* [Given data]
+++++

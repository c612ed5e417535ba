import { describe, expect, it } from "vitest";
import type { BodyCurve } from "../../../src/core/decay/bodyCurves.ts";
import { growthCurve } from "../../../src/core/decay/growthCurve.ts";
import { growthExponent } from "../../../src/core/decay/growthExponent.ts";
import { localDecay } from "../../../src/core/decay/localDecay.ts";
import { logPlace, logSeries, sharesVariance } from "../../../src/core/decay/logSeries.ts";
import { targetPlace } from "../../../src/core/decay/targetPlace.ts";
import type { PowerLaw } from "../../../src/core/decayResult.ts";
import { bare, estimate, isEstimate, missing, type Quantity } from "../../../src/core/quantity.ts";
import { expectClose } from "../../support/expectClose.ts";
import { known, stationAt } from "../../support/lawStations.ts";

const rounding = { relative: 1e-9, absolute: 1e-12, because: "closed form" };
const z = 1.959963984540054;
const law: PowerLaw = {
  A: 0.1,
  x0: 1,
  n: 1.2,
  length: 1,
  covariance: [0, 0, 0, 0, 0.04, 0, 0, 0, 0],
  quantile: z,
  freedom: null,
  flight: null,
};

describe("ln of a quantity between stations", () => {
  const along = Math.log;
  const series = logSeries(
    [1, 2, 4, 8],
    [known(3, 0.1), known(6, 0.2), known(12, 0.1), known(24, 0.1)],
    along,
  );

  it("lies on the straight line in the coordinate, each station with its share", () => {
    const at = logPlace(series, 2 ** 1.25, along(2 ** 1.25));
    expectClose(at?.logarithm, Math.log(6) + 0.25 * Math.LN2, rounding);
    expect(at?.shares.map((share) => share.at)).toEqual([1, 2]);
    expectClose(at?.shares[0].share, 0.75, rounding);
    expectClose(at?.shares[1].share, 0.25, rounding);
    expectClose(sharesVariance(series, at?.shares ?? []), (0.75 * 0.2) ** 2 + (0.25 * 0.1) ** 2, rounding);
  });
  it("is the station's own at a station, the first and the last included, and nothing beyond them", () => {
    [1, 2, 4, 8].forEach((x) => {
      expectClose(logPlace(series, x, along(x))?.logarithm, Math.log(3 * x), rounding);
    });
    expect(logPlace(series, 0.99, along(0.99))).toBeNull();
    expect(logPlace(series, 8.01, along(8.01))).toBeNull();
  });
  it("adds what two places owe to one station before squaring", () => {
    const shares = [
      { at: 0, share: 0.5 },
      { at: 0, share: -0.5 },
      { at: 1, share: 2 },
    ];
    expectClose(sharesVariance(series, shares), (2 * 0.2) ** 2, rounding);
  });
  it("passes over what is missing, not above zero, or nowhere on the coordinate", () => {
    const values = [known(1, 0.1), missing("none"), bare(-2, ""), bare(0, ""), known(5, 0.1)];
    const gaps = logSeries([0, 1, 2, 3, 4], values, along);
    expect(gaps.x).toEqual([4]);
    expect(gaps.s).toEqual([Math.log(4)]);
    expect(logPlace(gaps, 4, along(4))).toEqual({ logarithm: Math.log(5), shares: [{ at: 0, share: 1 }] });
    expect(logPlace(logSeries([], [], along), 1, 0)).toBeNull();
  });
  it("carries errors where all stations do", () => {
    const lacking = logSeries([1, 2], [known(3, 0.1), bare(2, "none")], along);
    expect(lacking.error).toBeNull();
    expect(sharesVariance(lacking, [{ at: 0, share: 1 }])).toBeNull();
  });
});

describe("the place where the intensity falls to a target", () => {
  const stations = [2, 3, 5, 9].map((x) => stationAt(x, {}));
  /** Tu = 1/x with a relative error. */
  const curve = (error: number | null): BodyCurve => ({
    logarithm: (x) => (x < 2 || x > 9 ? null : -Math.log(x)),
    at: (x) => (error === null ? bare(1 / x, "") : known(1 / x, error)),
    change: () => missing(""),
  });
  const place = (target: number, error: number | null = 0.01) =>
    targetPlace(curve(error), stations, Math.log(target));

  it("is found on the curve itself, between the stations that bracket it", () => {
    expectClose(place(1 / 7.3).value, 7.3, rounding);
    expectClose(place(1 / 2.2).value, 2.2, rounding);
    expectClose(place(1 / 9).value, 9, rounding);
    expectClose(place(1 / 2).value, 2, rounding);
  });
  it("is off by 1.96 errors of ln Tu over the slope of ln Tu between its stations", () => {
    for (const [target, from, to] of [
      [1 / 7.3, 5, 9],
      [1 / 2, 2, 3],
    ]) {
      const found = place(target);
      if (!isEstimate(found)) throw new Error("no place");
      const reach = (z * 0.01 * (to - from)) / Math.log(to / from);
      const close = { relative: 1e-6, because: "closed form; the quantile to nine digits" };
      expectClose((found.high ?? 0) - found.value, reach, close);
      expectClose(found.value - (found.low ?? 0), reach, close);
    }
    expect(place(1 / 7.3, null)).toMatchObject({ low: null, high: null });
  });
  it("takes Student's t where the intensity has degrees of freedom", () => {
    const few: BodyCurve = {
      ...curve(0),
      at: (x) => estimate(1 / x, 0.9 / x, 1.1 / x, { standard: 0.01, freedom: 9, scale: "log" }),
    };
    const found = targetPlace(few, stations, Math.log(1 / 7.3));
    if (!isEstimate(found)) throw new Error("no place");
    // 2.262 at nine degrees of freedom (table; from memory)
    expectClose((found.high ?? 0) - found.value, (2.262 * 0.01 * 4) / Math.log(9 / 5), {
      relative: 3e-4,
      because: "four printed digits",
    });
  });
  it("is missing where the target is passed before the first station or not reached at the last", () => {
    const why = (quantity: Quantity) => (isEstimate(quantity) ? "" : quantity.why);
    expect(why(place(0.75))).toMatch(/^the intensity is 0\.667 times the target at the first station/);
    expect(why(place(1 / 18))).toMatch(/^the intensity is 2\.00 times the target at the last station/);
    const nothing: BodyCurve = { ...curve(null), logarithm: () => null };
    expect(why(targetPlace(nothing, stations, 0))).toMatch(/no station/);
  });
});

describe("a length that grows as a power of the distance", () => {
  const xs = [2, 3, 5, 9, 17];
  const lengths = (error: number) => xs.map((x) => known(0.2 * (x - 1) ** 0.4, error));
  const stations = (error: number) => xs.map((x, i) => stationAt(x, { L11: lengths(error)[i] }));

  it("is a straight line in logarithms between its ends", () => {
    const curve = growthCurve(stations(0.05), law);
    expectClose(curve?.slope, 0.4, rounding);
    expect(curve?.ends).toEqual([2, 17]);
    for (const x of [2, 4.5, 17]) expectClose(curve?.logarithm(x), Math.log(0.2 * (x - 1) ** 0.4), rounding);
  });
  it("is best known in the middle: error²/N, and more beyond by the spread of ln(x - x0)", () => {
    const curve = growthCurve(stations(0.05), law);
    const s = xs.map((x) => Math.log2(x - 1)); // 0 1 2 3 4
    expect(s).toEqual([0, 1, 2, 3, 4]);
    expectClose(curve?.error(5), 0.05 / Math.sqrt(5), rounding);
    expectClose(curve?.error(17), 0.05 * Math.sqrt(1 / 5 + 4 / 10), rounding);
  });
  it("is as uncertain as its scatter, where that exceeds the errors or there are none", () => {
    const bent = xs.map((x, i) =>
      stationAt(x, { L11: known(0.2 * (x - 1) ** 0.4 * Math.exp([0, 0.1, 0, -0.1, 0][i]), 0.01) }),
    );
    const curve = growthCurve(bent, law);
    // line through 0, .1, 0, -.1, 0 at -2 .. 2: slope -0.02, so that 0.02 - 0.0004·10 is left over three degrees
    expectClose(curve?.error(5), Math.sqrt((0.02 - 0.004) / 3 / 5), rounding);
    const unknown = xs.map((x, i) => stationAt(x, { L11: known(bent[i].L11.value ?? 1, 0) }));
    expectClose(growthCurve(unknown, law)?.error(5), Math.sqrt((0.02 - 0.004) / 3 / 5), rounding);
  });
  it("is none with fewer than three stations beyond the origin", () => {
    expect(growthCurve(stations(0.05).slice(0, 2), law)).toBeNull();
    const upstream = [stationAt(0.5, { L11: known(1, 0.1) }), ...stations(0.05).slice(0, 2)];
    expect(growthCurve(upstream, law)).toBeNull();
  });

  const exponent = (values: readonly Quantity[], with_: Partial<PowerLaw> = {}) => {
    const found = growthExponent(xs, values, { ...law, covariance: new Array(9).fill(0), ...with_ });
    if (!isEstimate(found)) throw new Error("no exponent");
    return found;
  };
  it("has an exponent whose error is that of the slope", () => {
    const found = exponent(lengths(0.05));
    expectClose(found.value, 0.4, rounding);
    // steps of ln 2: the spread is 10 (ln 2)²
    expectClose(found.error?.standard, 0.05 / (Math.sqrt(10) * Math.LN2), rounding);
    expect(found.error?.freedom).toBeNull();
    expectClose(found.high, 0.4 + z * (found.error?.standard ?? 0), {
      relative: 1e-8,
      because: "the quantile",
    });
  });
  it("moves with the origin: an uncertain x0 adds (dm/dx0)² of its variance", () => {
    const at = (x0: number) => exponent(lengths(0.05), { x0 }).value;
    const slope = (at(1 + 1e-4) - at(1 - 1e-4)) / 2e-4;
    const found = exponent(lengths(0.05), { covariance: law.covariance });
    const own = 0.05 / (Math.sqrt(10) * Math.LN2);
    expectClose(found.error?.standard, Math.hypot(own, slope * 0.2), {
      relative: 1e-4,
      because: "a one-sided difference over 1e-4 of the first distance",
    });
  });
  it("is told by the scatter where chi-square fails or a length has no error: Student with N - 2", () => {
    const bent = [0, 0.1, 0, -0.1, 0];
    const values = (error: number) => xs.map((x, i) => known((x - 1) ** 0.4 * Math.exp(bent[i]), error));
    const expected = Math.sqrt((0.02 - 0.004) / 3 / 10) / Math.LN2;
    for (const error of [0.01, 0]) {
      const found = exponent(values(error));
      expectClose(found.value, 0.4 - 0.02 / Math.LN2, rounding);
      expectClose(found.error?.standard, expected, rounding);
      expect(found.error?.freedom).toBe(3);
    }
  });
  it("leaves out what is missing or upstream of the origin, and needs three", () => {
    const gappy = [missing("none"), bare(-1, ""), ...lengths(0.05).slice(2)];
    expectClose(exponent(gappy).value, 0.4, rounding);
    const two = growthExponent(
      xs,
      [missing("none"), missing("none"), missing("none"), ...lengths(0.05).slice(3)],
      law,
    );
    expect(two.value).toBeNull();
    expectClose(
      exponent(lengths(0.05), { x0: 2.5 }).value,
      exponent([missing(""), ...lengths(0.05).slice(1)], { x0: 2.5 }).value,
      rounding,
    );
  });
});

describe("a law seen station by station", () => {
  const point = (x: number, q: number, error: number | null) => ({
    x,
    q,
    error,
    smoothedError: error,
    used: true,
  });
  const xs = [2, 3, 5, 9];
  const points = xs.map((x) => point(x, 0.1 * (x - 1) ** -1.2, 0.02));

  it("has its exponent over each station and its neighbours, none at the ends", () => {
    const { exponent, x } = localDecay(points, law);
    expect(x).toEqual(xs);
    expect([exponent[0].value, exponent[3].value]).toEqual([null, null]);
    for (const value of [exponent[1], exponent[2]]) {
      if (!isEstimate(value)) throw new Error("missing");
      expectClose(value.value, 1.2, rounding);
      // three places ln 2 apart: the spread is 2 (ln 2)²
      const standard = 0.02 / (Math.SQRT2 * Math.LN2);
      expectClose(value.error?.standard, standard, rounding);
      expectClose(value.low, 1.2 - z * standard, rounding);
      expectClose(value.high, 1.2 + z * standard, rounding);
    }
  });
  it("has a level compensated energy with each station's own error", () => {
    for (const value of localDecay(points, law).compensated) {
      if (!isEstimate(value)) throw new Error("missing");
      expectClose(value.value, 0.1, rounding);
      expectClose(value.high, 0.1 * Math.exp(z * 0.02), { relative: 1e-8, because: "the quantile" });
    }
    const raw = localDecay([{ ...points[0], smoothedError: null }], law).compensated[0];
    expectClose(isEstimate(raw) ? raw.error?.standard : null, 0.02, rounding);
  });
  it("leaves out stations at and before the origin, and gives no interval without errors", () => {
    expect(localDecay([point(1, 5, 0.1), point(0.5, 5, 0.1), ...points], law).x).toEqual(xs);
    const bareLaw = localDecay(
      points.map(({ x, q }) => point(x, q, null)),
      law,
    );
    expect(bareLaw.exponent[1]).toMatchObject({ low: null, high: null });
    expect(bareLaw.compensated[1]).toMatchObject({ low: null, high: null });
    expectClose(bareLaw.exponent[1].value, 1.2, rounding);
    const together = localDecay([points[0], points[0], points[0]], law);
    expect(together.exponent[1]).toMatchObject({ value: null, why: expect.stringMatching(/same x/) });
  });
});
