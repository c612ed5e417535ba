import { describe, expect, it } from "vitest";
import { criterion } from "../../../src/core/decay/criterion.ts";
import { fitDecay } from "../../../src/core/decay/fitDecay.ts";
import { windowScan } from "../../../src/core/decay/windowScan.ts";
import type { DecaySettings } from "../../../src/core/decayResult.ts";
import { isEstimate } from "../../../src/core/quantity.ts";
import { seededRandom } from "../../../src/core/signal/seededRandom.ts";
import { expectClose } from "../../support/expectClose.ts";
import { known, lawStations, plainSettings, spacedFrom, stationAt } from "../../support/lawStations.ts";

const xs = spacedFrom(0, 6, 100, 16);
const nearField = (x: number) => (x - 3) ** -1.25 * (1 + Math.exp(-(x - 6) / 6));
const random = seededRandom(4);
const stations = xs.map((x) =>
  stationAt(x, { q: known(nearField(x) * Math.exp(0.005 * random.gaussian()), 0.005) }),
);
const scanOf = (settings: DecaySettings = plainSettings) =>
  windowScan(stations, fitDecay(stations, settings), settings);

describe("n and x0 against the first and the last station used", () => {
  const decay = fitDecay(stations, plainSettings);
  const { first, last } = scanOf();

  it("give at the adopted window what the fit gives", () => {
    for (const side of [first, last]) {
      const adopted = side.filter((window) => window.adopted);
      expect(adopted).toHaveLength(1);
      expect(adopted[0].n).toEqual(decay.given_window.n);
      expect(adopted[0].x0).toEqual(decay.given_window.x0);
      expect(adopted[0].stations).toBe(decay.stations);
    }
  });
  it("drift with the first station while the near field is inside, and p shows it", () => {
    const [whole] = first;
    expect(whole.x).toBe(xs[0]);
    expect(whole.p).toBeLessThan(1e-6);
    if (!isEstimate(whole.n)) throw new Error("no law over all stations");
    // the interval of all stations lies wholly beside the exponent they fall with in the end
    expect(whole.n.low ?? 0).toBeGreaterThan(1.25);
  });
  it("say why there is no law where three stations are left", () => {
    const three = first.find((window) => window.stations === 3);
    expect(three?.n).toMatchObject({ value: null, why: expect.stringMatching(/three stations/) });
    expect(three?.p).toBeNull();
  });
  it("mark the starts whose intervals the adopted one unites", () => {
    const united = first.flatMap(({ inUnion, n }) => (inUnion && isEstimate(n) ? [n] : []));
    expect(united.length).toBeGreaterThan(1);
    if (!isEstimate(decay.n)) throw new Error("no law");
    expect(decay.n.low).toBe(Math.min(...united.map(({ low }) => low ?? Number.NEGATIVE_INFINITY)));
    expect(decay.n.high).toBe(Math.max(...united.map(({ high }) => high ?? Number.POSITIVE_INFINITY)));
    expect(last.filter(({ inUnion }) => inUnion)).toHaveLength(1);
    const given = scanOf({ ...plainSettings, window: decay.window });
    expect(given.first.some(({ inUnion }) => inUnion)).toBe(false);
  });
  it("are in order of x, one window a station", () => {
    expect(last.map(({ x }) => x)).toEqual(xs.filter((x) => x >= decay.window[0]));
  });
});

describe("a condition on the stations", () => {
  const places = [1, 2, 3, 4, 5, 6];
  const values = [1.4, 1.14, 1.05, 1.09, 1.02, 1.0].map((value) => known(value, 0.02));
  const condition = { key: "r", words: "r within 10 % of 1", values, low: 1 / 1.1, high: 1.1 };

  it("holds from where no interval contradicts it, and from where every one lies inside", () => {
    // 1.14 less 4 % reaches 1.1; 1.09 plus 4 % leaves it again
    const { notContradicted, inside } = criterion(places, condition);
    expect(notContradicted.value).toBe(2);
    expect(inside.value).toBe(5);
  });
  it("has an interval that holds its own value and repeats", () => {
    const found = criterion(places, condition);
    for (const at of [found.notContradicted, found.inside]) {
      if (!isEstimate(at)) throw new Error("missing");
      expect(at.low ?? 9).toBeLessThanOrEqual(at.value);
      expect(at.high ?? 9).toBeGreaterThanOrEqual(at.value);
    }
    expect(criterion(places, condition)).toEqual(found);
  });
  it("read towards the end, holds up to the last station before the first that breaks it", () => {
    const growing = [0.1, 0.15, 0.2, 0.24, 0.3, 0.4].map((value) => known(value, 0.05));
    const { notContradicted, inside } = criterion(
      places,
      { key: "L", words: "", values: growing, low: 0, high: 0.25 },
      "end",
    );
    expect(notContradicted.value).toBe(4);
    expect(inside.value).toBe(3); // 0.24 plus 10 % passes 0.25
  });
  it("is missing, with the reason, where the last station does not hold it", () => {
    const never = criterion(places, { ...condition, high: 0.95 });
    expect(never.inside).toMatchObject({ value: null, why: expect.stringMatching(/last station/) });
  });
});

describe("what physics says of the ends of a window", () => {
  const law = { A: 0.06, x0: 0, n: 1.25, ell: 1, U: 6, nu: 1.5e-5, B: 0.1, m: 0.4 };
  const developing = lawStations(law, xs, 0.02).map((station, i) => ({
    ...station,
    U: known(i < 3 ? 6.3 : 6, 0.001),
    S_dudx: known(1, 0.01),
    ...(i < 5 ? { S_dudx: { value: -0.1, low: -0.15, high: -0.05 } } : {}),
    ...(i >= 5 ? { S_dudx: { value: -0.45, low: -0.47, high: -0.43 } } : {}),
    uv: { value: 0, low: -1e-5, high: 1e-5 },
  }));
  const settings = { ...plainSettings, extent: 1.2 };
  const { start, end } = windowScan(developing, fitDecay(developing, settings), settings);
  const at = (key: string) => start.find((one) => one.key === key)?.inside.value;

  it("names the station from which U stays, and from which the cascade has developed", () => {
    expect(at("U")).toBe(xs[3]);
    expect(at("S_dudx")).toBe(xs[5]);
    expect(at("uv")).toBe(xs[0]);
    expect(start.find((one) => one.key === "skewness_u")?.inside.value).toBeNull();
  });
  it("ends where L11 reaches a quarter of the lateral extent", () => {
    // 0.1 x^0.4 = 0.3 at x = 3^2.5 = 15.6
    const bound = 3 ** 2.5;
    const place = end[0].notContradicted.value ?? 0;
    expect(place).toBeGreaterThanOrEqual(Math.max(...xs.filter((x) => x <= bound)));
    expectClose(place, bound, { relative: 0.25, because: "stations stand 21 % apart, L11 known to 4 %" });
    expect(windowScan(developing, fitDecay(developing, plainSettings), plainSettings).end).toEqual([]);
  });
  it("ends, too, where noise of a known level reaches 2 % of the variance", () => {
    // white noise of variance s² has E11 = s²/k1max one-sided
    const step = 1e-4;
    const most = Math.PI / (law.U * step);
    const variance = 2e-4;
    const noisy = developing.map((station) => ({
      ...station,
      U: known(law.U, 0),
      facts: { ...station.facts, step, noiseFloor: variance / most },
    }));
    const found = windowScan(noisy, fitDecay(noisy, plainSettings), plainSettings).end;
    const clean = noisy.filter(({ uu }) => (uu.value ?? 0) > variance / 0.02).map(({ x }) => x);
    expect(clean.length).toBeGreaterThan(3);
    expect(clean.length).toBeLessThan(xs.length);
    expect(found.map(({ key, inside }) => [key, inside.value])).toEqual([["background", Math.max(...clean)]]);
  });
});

+++++

* [Task requirements] Going down from the first line of the entries above, restate each line word for word until the line holding "expect(logPlace(series, 0.99, along(0.99))).toBeNull();" is done.

* [Your response]
repository c612ed5e417535ba
import { describe, expect, it } from "vitest";
import type { BodyCurve } from "../../../src/core/decay/bodyCurves.ts";
import { growthCurve } from "../../../src/core/decay/growthCurve.ts";
import { growthExponent } from "../../../src/core/decay/growthExponent.ts";
import { localDecay } from "../../../src/core/decay/localDecay.ts";
import { logPlace, logSeries, sharesVariance } from "../../../src/core/decay/logSeries.ts";
import { targetPlace } from "../../../src/core/decay/targetPlace.ts";
import type { PowerLaw } from "../../../src/core/decayResult.ts";
import { bare, estimate, isEstimate, missing, type Quantity } from "../../../src/core/quantity.ts";
import { expectClose } from "../../support/expectClose.ts";
import { known, stationAt } from "../../support/lawStations.ts";

const rounding = { relative: 1e-9, absolute: 1e-12, because: "closed form" };
const z = 1.959963984540054;
const law: PowerLaw = {
  A: 0.1,
  x0: 1,
  n: 1.2,
  length: 1,
  covariance: [0, 0, 0, 0, 0.04, 0, 0, 0, 0],
  quantile: z,
  freedom: null,
  flight: null,
};

describe("ln of a quantity between stations", () => {
  const along = Math.log;
  const series = logSeries(
    [1, 2, 4, 8],
    [known(3, 0.1), known(6, 0.2), known(12, 0.1), known(24, 0.1)],
    along,
  );

  it("lies on the straight line in the coordinate, each station with its share", () => {
    const at = logPlace(series, 2 ** 1.25, along(2 ** 1.25));
    expectClose(at?.logarithm, Math.log(6) + 0.25 * Math.LN2, rounding);
    expect(at?.shares.map((share) => share.at)).toEqual([1, 2]);
    expectClose(at?.shares[0].share, 0.75, rounding);
    expectClose(at?.shares[1].share, 0.25, rounding);
    expectClose(sharesVariance(series, at?.shares ?? []), (0.75 * 0.2) ** 2 + (0.25 * 0.1) ** 2, rounding);
  });
  it("is the station's own at a station, the first and the last included, and nothing beyond them", () => {
    [1, 2, 4, 8].forEach((x) => {
      expectClose(logPlace(series, x, along(x))?.logarithm, Math.log(3 * x), rounding);
    });
    expect(logPlace(series, 0.99, along(0.99))).toBeNull();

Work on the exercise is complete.